New Dean of Students Elizabeth Morey  

By Karen Herland

For Elizabeth Morey, assuming the office of the Dean of Students is a homecoming in more ways than one.

Elizabeth Morey Magnifying glass

Elizabeth Morey

Not only is she returning to Concordia after nearly 15 years (give or take a few contracts) she is also returning to Canada and the dossier that is her passion.

Morey left here in 1994 after running several different projects out of the Rector’s office on behalf of women, international and native students. From there, she held positions at Marianopolis College, eventually overseeing aspects of their move. Most recently, she has been Dean of College Services at two related men’s and women’s colleges in the United Arab Emirates (UAE).

“I went from students to buildings and budgets and back to students again,” said Morey, in her first week back on the job. She is experiencing déjà vu. But she is also excited by some changes.

“When I left, the Dean of Students office was also responsible for a number of services,” Morey said, referring to sectors like health and athletics. Those sectors are now under the Vice-President, Services. “That gives this office the freedom to focus on student needs.”

Morey has already begun to meet with student leaders and is developing ways to do so across the campus. She is very clear that her role is to hook students up with the resources they need. “That’s a priority of this job, to make sure students know what services are available and out there.” Beyond that, it is to be an advocate and catalyst for helping them create those resources where there are gaps.

“Concordia has always been known as the student-centred university. That’s been its strength at both the undergraduate and graduate level.”

Morey said her time in the UAE was challenging in that the environment was so different from what she was used to. “But it was also really interesting. I learned a lot about myself. It turned out that I missed winter, and I missed Radio-Canada.”

During her time at both Concordia and Marionopolis, developing ways for students to travel, experience other cultures and gain experience and skills along the way have been important for Morey.

She sees herself in a position to offer opportunity as well as service and support. “I want to reach students who don’t feel involved,” she said, reminded of how intimidating student groups seemed to her as an undergraduate.

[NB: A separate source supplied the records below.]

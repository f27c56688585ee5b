import { expect, test } from '@playwright/test';
import { DEMO, signIn } from './support/session.ts';

test.use({ viewport: { width: 1024, height: 1366 } });

test('the technician works through the bench checklist on a tablet; ticks and readings survive a reload', async ({
  page,
}) => {
  await signIn(page, DEMO.technician);
  await page.getByRole('link', { name: 'Pellow farm flatbed' }).click();
  await page.getByRole('link', { name: 'Bench', exact: true }).click();
  await expect(page.getByRole('heading', { name: 'Bench checklist, revision 1' })).toBeVisible();
  await expect(page.getByText(/14 of \d+ pins done · 6 tested/)).toBeVisible();
  await page.screenshot({ path: 'test-results/screens/bench-tablet.png' });

  const firstOpen = page
    .locator('li[data-pin]')
    .filter({ has: page.getByRole('checkbox', { name: 'Done', checked: false }) })
    .first();
  const name = await firstOpen.getAttribute('data-pin');
  // Pin the row by its name: once ticked it no longer matches the filter above.
  const row = page.locator(`li[data-pin="${name}"]`);
  await row.getByRole('checkbox', { name: 'Done' }).click();
  await expect(row.getByRole('checkbox', { name: 'Done' })).toHaveAttribute('aria-checked', 'true');
  await row.getByLabel('Reading, Ω').fill('0.6');
  await row.getByLabel('Reading, Ω').press('Enter');
  await expect(row.getByText(/0.6 Ω is higher than expected/)).toBeVisible();
  await expect(page.getByText(/15 of \d+ pins done · 7 tested/)).toBeVisible();

  await page.reload();
  await page.getByRole('radio', { name: 'Every pin' }).click();
  const same = page.locator(`li[data-pin="${name}"]`);
  await expect(same.getByRole('checkbox', { name: 'Done' })).toHaveAttribute(
    'aria-checked',
    'true',
  );
  await expect(same.getByRole('checkbox', { name: 'Tested' })).toHaveAttribute(
    'aria-checked',
    'true',
  );
  await expect(same.getByLabel('Reading, Ω')).toHaveValue('0.6');
});

test('the builder sees the checklist but cannot tick it', async ({ page }) => {
  await signIn(page, DEMO.builder);
  await page.getByRole('link', { name: 'Pellow farm flatbed' }).click();
  await page.getByRole('link', { name: 'Bench', exact: true }).click();
  await expect(page.getByRole('checkbox', { name: 'Done' }).first()).toBeDisabled();
});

Ideally, she’d like to be able to provide opportunities for students to gain leadership experience, explore other cultures and expand their education beyond the classroom.

But for now, she wants to take the time to find out what students articulate as their needs and priorities. “I know space is always an issue for students. It was at Marianopolis, in the UAE, and it is here. I’m committed to cooperation and consultation. Now I need to listen.”